Updated: December 19, 2012 11:16AM
A good number of at-home fathers I know dropped their collective jaws last month after reading an article titled “Navigating Play Dates with Stay-at-Home Dads.”
Wilmette-based Make It Better, an online and print publication for families on the North Shore, produced the article. Tips include avoiding play dates with “a dad you find attractive” and asking your husband to chaperone a play date with a stay-at-home dad and his children.
Now, the article was called to my attention by a group of at-home dads, many of whom actively advocate for full-time fathers. Their reaction mirrored my own, which was equal parts astonishment and feeling offended. One of my buddies even referenced the article on his Facebook page and changed his status to read, “I’m too sexy for your play date.”
Clearly, the article wasn’t written for dads. So I asked some of my mom friends from Chicago’s Morgan Park community to take a look at the piece and share their thoughts.
Perhaps they’d see something that I didn’t within the article. Here’s their take:
“Preschool pickup nowadays has an equal number of moms and dads at our school. That’s a lot of kids who aren’t allowed to play together if we’re counting out mixed-sex interaction,” said Mary Fitzpatrick-Duleba. Her daughter, Hallie, is in preschool with my son, Peter.
She went on to say that any play date that leads to an affair is likely rooted in an unhappy home life.
“Lucky for me, my husband is just as hot as any of the dads on the play date circuit, so I’ve got nothing to worry about,” Fitzpatrick-Duleba said.
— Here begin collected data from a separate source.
/* The bounded sample queue between bus workers and the main loop: order,
 * drop-oldest when full (counted), waiting with a timeout, several producer
 * threads. No science here, so no source to cite. */
#include <pthread.h>
#include <setjmp.h>
#include <stdarg.h>
#include <stddef.h>
#include <stdint.h>
#include <cmocka.h>

#include "hp_queue.h"
#include "hp_time.h"

static hp_sample sample(uint32_t point, uint32_t bus)
{
    hp_sample s = {.point = point, .bus = bus, .quality = HP_Q_GOOD};
    return s;
}

static void fifo_and_drop_oldest(void **unused)
{
    (void)unused;
    hp_queue *q = hp_queue_new(4);
    assert_non_null(q);
    for (uint32_t i = 0; i < 6; i++) {
        hp_sample s = sample(i, 0);
        hp_queue_push(q, &s);
    }
    assert_int_equal(hp_queue_dropped(q), 2);
    hp_sample out[8];
    size_t n = hp_queue_pop(q, out, 8, 0);
    assert_int_equal(n, 4);
    for (size_t i = 0; i < n; i++)
        assert_int_equal(out[i].point, i + 2); /* the two oldest went */
    assert_int_equal(hp_queue_pop(q, out, 8, 0), 0);
    hp_queue_free(q);
    assert_null(hp_queue_new(0));
}

static void pop_waits_for_the_timeout(void **unused)
{
    (void)unused;
    hp_queue *q = hp_queue_new(2);
    hp_sample out[2];
    int64_t t0 = hp_mono_ms();
    assert_int_equal(hp_queue_pop(q, out, 2, 50), 0);
    assert_true(hp_mono_ms() - t0 >= 45);
    hp_queue_free(q);
}

typedef struct {
    hp_queue *q;
    uint32_t bus;
} producer_arg;

static void *producer(void *p)
{
    producer_arg *a = p;
    for (uint32_t i = 0; i < 1000; i++) {
        hp_sample s = sample(i, a->bus);
        hp_queue_push(a->q, &s);
    }
    return NULL;
}

static void producers_keep_their_order(void **unused)
{
    (void)unused;
    hp_queue *q = hp_queue_new(8192);
    pthread_t t[4];
    producer_arg args[4];
    for (uint32_t i = 0; i < 4; i++) {
        args[i].q = q;
        args[i].bus = i;
        assert_int_equal(pthread_create(&t[i], NULL, producer, &args[i]), 0);
    }
    uint32_t next[4] = {0};
    size_t total = 0;
    hp_sample out[64];
    while (total < 4000) {
        size_t n = hp_queue_pop(q, out, 64, 1000);
        assert_true(n > 0);
        for (size_t i = 0; i < n; i++) {
            assert_int_equal(out[i].point, next[out[i].bus]);
            next[out[i].bus]++;
        }
        total += n;
    }
    for (int i = 0; i < 4; i++)
        pthread_join(t[i], NULL);
    assert_int_equal(hp_queue_dropped(q), 0);
    hp_queue_free(q);
}

int main(void)
{
    const struct CMUnitTest tests[] = {
        cmocka_unit_test(fifo_and_drop_oldest),
        cmocka_unit_test(pop_waits_for_the_timeout),
        cmocka_unit_test(producers_keep_their_order),
    };
    return cmocka_run_group_tests(tests, NULL, NULL);
}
Colleen Kozubowski said the article doesn’t give parents credit for being able to show restraint.
“If you buy into the argument being presented in this article, you have to assume that men and women who work closely together in a professional setting are bound to end up romantically involved,” said Kozubowski, another preschool mom.
A neighbor, Carly Carney, gave the article kudos for touching on a seldom-shared secret — parenting can be a lonely job. Indeed, the article does reference “emotional infidelity.”
“It feels really good to connect with another human being during the day,” Carney said. “That being said, it is really more of a personal or marriage issue than moms and dads having play dates.”
Lisa Lyle’s son, David, is in first grade with my son, Bubba. She strongly disagreed with the article’s suggestion that moms refrain from complaining about their husbands during play dates with stay-at-home dads.
“There’s a natural tendency to vent about situations at home with your friends, whether they be male or female,” Lyle said.
She sided with the article’s suggestion that stay-at-home dads share any play dates they have scheduled throughout the day with their spouse. And she thought it was a good idea for dads to introduce their wives to their “mom friends,” as recommended by the article.
“But I see this more as an opportunity to get to know the whole family and its dynamic,” Lyle said.
I was relieved to learn that none of my female friends outwardly agreed with the article. Then again, maybe they were just being nice. If I start seeing chaperones on the playground, I’ll know how they really feel.
Howard A. Ludwig is a former SouthtownStar business writer who traded his reporter’s notepad for a diaper bag, becoming a stay-at-home dad.